Les chercheurs ont découvert un gène jusqu’alors inconnu lié à l’accumulation de calcium dans les artères coronaires, signe avant-coureur de futures maladies cardiaques. Ils ont découvert que les médicaments ou suppléments nutritionnels existants pourraient cibler certains de ces gènes, offrant ainsi de nouvelles façons potentielles de prévenir les maladies coronariennes.

La maladie coronarienne est une cause majeure de morbidité et de mortalité dans les pays développés. La cause principale est l’athérosclérose, l’accumulation de plaque sur les parois des artères. La calcification des artères coronaires (CAC) est la présence de calcium dans les artères coronaires qui irriguent le muscle cardiaque et constitue un signe précoce de maladie coronarienne.

Bien que l’héritabilité de la calcification des artères coronaires soit estimée entre 30 et 40 %, seuls quelques gènes responsables ont été identifiés à ce jour. Des chercheurs de l’Université de Virginie ont donc à nouveau examiné les facteurs génétiques qui influencent la calcification des artères coronaires.

"La calcification des artères coronaires reflète l'accumulation d'une exposition permanente des vaisseaux sanguins à des facteurs de risque", a déclaré Clint Miller, l'un des auteurs correspondants de l'étude. "Alors que des études il y a plus de dix ans ont identifié une poignée de gènes, il est devenu évident que des études plus vastes et plus diversifiées seraient nécessaires pour commencer à identifier les voies sous-jacentes à la calcification des artères coronaires."

Les chercheurs ont mené à ce jour la plus grande méta-analyse d’études d’association pangénomique (GWAS), en examinant les données de 26 909 individus d’ascendance européenne et de 8 867 individus d’ascendance africaine. Ils ont trouvé 43 gènes candidats CAC à 11 emplacements chromosomiques différents. Huit de ces localisations n’étaient auparavant pas associées au CAC et cinq n’étaient pas associées à une maladie coronarienne.

L'un des gènes découverts, ENPP1, est altéré dans une forme rare de calcification artérielle chez les nourrissons. Les chercheurs ont également identifié des gènes impliqués dans la voie de signalisation de l’adénosine, connue pour inhiber la calcification artérielle. Pour valider leurs résultats, les chercheurs ont mené des études génétiques sur le tissu de l'artère coronaire humaine et les cellules musculaires lisses, qui ont démontré une influence génétique directe sur la calcification et les processus cellulaires associés.

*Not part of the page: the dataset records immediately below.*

/**
 * The admin console's "done when", as a newcomer would do it in headless Chromium on the demo data:
 * sign in as the demo admin, follow the masthead to the console, find the lab over quota, grant it
 * credits with a reason, and see the grant and the new balance in the audit trail and the charts.
 */
describe('the admin console in the browser', () => {
  let stack: Stack;
  let browser: Browser;
  let farm: FarmHealth;
  let server: Server;
  /** the same app and services as the stack, with the farm page reading the stack's own BullMQ prefix */
  let url: string;
  const admin = DEMO_SIGN_INS.find((d) => d.role === 'admin')!;

  beforeAll(async () => {
    stack = await startStack();
    await seedDemo(stack.env, { queuePrefix: stack.queuePrefix });
    farm = createFarmHealth(stack.env.REDIS_URL, { prefix: stack.queuePrefix });
    server = http.createServer(createApp({ ...stack.deps, farm } as AppDeps, { distDir: DIST_DIR }));
    await new Promise<void>((resolve) => server.listen(0, '127.0.0.1', () => resolve()));
    url = `http://127.0.0.1:${(server.address() as AddressInfo).port}`;
    browser = await launchBrowser();
  });
  afterAll(async () => {
    await browser?.close();
    server?.closeAllConnections();
    await new Promise((r) => server?.close(r));
    await farm?.close();
    await stack?.close();
  });

  test('an admin finds the lab over quota, grants it credits with a reason, and sees grant and balance in the trail and the charts', async () => {
    const page = await newPage(browser, url);
    await signIn(page, admin.email, admin.password);
    await page.getByRole('navigation', { name: 'main' }).getByRole('link', { name: 'Site admin' }).click();
    await page.waitForURL((u) => u.pathname === '/admin');

    // the overview names the lab over quota first thing
    const attention = page.getByRole('list', { name: 'needs attention' });
    const flagged = attention.locator('li', { hasText: DEMO_OTHER_LAB });
    await flagged.getByText('over quota').waitFor();
    await screenshot(page, 'admin-overview');
    await flagged.getByRole('link', { name: DEMO_OTHER_LAB }).click();
    await page.waitForURL((u) => u.searchParams.get('tab') === 'usage');

    // the usage table agrees, the lab's detail opens with its charts
    const table = page.getByRole('table', { name: 'lab usage' });
    const row = table.locator('tbody tr', { hasText: DEMO_OTHER_LAB });
    await row.getByText('over quota').waitFor();
    // sorted by standing, so the lab over quota is the first row
    expect(await table.locator('tbody tr').first().textContent()).toContain(DEMO_OTHER_LAB);
    const detail = page.getByTestId('lab-detail');
    await detail.getByRole('heading', { name: DEMO_OTHER_LAB }).waitFor();
    expect(await detail.getByTestId('lab-available').textContent()).toBe('0 credits');
    const balanceChart = detail.getByTestId('chart-balance');
    await balanceChart.locator('.recharts-line-dot').first().waitFor();
    const dotsBefore = await balanceChart.locator('.recharts-line-dot').count();
    // whole credits on the axes, each label once (a 0–2 balance once read 2, 2, 1, 1, 0)
    const axisLabels = (chart: typeof balanceChart) => chart.locator('.recharts-yAxis-tick-labels .recharts-cartesian-axis-tick-value').allTextContents();
    for (const chart of [balanceChart, detail.getByTestId('chart-credits')]) {
      const labels = await axisLabels(chart);
      expect(labels.length).toBeGreaterThanOrEqual(2);
      expect(labels.every((l) => /^-?\d{1,3}(,\d{3})*$/.test(l))).toBe(true);
      expect(new Set(labels).size).toBe(labels.length);
    }
    await screenshot(page, 'admin-over-quota');

    // the reason is required: the form says so beside the field and books nothing
    const form = page.getByRole('form', { name: 'grant or revoke credits' });
    await form.getByLabel('Credits').fill('1500');
    await form.getByRole('button', { name: 'Grant credits' }).click();
    await form.getByText('give a reason of at least 3 characters').waitFor();
    await form.getByLabel('Reason').fill('pilot extended to the spring term');
    await form.getByRole('button', { name: 'Grant credits' }).click();
    await form.getByText('Granted 1,500 credits').waitFor();

    // the new balance, the standing and the balance chart follow
    await expect.poll(() => detail.getByTestId('lab-available').textContent()).toBe('1,500 credits');
    await row.getByText('within quota').waitFor();
    await expect.poll(() => balanceChart.locator('.recharts-line-dot').count()).toBe(dotsBefore + 1);
    expect(await balanceChart.textContent()).toContain('now 1,500 credits');
    const after = await axisLabels(balanceChart);
    expect(new Set(after).size).toBe(after.length);
    expect(after.at(-1)).toBe('1,500');
    // the month's "granted" bar appears in the credits chart and in the month table
    await detail.getByTestId('chart-credits').locator('.recharts-bar-rectangle path').first().waitFor();
    const month = new Date().toISOString().slice(0, 7);
    const monthRow = page.getByRole('table', { name: 'usage by month' }).locator('tbody tr', { hasText: month });
    expect(await monthRow.locator('td').nth(2).textContent()).toBe('1,500');
    await detail.scrollIntoViewIfNeeded();
    await screenshot(page, 'admin-after-grant');

    // the trail, filtered to the lab and the kind, shows who granted how much and why
    await page.getByRole('navigation', { name: 'admin sections' }).getByRole('link', { name: 'Audit trail' }).click();
    const filters = page.getByRole('form', { name: 'filter the trail' });
    await filters.getByLabel('Lab').selectOption({ label: DEMO_OTHER_LAB });
    await filters.getByLabel('Kind').selectOption('credits.grant');
    const trail = page.getByRole('table', { name: 'audit trail' });
    const grant = trail.locator('tbody tr', { hasText: 'credits.grant' });
    await grant.waitFor();
    await expect.poll(() => trail.locator('tbody tr').count()).toBe(1);
    expect(await grant.textContent()).toContain('Ysolde Marchetti');
    expect(await grant.textContent()).toContain('pilot extended to the spring term');
    expect(await grant.textContent()).toContain('credits: 1,500');
    await screenshot(page, 'admin-audit-trail');

    // the lab-wide trail also holds the allowance cut that put it over quota, with its reason
    await filters.getByLabel('Kind').selectOption('');
    await trail.locator('tbody tr', { hasText: 'lab.allowance' }).getByText('pilot lab: a small free allowance while the farm is busy').waitFor();
  });

  test('the farm page lists the demo runs waiting on the compute queue, and storage shows the retention rule', async () => {
    const page = await newPage(browser, url);
    await signIn(page, admin.email, admin.password, '/admin?tab=farm');
    const queues = page.getByRole('table', { name: 'queues' });
    const compute = queues.locator('tbody tr', { hasText: 'tw-compute' });
    // the seed queues every demo run (api/src/seed/demo.ts) and no worker runs in this test
    await expect.poll(() => compute.locator('td').nth(1).textContent()).toBe('6');
    await page.getByText('No worker is alive').waitFor();
    // what the two counts are, in words: worker processes with a live heartbeat, and BullMQ's
    // registered connections summed over the five queues
    await page.getByText('No worker reporting in; no connection taking jobs from the 5 queues (one per queue a worker serves).').waitFor();
    await screenshot(page, 'admin-farm');
    await page.getByRole('navigation', { name: 'admin sections' }).getByRole('link', { name: 'Storage' }).click();
    await page.getByText('Retention of unpublished runs').waitFor();
    const storageRow = page.getByRole('table', { name: 'storage' }).locator('tbody tr', { hasText: DEMO_OTHER_LAB });
    await storageRow.waitFor();
    // sizes as the figure page writes them (shared/file-size.ts), the exact count on hover
    const stored = storageRow.locator('td').nth(1).locator('span');
    expect(await stored.textContent()).toMatch(/^\d[\d.,]* (bytes?|kB|MB|GB|TB)$/);
    expect(await stored.getAttribute('title')).toMatch(/^[\d,]+ bytes?$/);
    expect(await page.getByRole('table', { name: 'storage' }).textContent()).not.toMatch(/\d{1,3},\d{3} bytes/);
    expect(await linesOfNumbers(page, 'storage')).toEqual([]);
    await screenshot(page, 'tour8b-admin-storage');
    await page.getByRole('navigation', { name: 'admin sections' }).getByRole('link', { name: 'Usage and quotas' }).click();
    await page.getByRole('table', { name: 'lab usage' }).locator('tbody tr').first().waitFor();
    // "0 credits" and the other numbers with units stay on one line
    expect(await linesOfNumbers(page, 'lab usage')).toEqual([]);
    await screenshot(page, 'tour8b-admin-usage');
  });

  test('a lab manager changes a role on the lab page with a reason, the last manager cannot step down, and the admin sees it in the trail', async () => {
    const manager = DEMO_SIGN_INS.find((d) => d.role === 'manager')!;
    const page = await newPage(browser, url);
    await signIn(page, manager.email, manager.password, '/lab');
    const members = page.getByRole('table', { name: 'lab members' });
    await members.waitFor();

    // stepping down as the only manager: the reason is asked for, then the server says why not
    await page.getByRole('combobox', { name: 'permissions of Perrin Ashcombe', exact: true }).selectOption('author');
    const self = page.getByRole('form', { name: 'change the permissions of Perrin Ashcombe' });
    await self.getByRole('button', { name: 'Make author' }).click();
    await self.getByText('give a reason of at least 3 characters').waitFor();
    await self.getByLabel('reason for changing the permissions of Perrin Ashcombe').fill('handing over');
    await self.getByRole('button', { name: 'Make author' }).click();
    await self.getByText('a lab needs at least one manager: make someone else manager first').waitFor();
    await screenshot(page, 'lab-last-manager');
    await page.getByRole('combobox', { name: 'permissions of Perrin Ashcombe', exact: true }).selectOption('manager');

    // promoting the author
    await page.getByRole('combobox', { name: 'permissions of Maren Tollis', exact: true }).selectOption('manager');
    const other = page.getByRole('form', { name: 'change the permissions of Maren Tollis' });
    await other.getByLabel('reason for changing the permissions of Maren Tollis').fill('runs the group while Perrin is on leave');
    await other.getByRole('button', { name: 'Make manager' }).click();
    await expect.poll(() => other.getByRole('button', { name: 'Make manager' }).count()).toBe(0);
    expect(await page.getByRole('combobox', { name: 'permissions of Maren Tollis', exact: true }).inputValue()).toBe('manager');
    await screenshot(page, 'lab-role-changed');

    const adminPage = await newPage(browser, url);
    await signIn(adminPage, admin.email, admin.password, '/admin?tab=audit');
    const filters = adminPage.getByRole('form', { name: 'filter the trail' });
    await filters.getByLabel('Kind').selectOption('member.role');
    const row = adminPage.getByRole('table', { name: 'audit trail' }).locator('tbody tr', { hasText: 'member.role' });
    await row.waitFor();
    expect(await row.textContent()).toContain('Perrin Ashcombe');
    expect(await row.textContent()).toContain('Maren Tollis');
    expect(await row.textContent()).toContain('runs the group while Perrin is on leave');
    // jsonb keeps keys in its own order, so each part separately
    expect(await row.textContent()).toContain('from: author');
    expect(await row.textContent()).toContain('to: manager');
    await screenshot(adminPage, 'admin-audit-role-change');
  });

  test('an unpublished run past its storage period is mailed about, then shows "expired — artifacts removed" instead of a viewer', async () => {
    const db = stack.deps.db;
    const [lab] = await db.select().from(labs).where(eq(labs.name, DEMO_LAB));
    const author = DEMO_SIGN_INS.find((d) => d.role === 'author')!;
    const [who] = await db.select().from(users).where(eq(users.email, author.email));
    const ended = new Date(Date.now() - (RETENTION_RULE.keepDays + 2) * 86400_000);
    const [run] = await db
      .insert(runs)
      .values({ labId: lab!.id, authorId: who!.id, title: 'An old draft nobody published', spec: runSpecSchema.parse({ lattice: { preset: 'square' }, chips: 16 }), status: 'finished', startedAt: ended, finishedAt: ended })
      .returning();
    await stack.deps.blobs.put(`runs/${run!.id}/arrays/heights.npy`, Buffer.alloc(200, 1), 'application/octet-stream');
    const deps = { db, env: stack.env, mailer: stack.deps.mailer, blobs: stack.deps.blobs };
    expect((await sweepRetention(deps)).noticed).toHaveLength(1);
    const later = new Date(Date.now() + (RETENTION_RULE.noticeDays + 1) * 86400_000);
    expect((await sweepRetention(deps, { now: later })).expired.map((e) => e.runId)).toEqual([run!.id]);

    const page = await newPage(browser, url);
    await signIn(page, author.email, author.password, `/runs/${run!.id}`);
    await page.getByText('Expired — artifacts removed').waitFor();
    expect(await page.getByRole('link', { name: 'Deep zoom' }).count()).toBe(0);
    await page.getByRole('button', { name: 'Re-run' }).waitFor();
    await screenshot(page, 'run-expired');

    const adminPage = await newPage(browser, url);
    await signIn(adminPage, admin.email, admin.password, '/admin?tab=storage');
    await adminPage.getByRole('table', { name: 'expired runs' }).locator('tbody tr', { hasText: 'An old draft nobody published' }).waitFor();
    await screenshot(adminPage, 'admin-storage-expired');
  });

  test('a site admin looking at another lab\'s run is not offered to compute it again (the API refuses: only members may)', async () => {
    const db = stack.deps.db;
    const [other] = await db.select().from(labs).where(eq(labs.name, DEMO_OTHER_LAB));
    const owner = DEMO_SIGN_INS.find((d) => d.role === 'other lab')!;
    const [who] = await db.select().from(users).where(eq(users.email, owner.email));
    const [run] = await db
      .insert(runs)
      .values({ labId: other!.id, authorId: who!.id, title: 'A pile of the other lab', spec: runSpecSchema.parse({ lattice: { preset: 'square' }, chips: 16 }), status: 'failed', finishedAt: new Date() })
      .returning();
    const page = await newPage(browser, url);
    await signIn(page, admin.email, admin.password, `/runs/${run!.id}`);
    await page.getByRole('heading', { name: 'A pile of the other lab' }).waitFor();
    await page.getByRole('link', { name: 'Duplicate' }).waitFor();
    expect(await page.getByRole('button', { name: 'Re-run' }).count()).toBe(0);
  });
});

Les chercheurs ont également effectué une analyse de pharmacovigilance sur 11 sites à risque pour étudier l'utilisation clinique potentielle des gènes candidats CAC. L'étude a révélé que plusieurs gènes liés au CAC sont des cibles d'interactions avec des médicaments ou des suppléments nutritionnels, tels que les vitamines C et D, offrant ainsi la possibilité d'étudier comment ces composés favorisent ou inhibent le CAC.

Des recherches supplémentaires sont nécessaires pour déterminer la meilleure façon de cibler ces gènes et leurs voies d'accès, mais les chercheurs affirment que leurs résultats pourraient conduire à une meilleure prévision des risques et à une intervention thérapeutique précoce pour prévenir le développement de la maladie coronarienne.

"Cette collaboration interdisciplinaire révèle la puissance de la méta-analyse dans une mesure peu étudiée et cliniquement pertinente", a déclaré Miller. "Nous sommes impatients de poursuivre les progrès dans la traduction de ces résultats préliminaires en applications cliniques et d'identifier des gènes supplémentaires qui généraliseront la prédiction des risques dans des populations plus diverses."

La recherche a été publiée dans la revue Nature Genetics.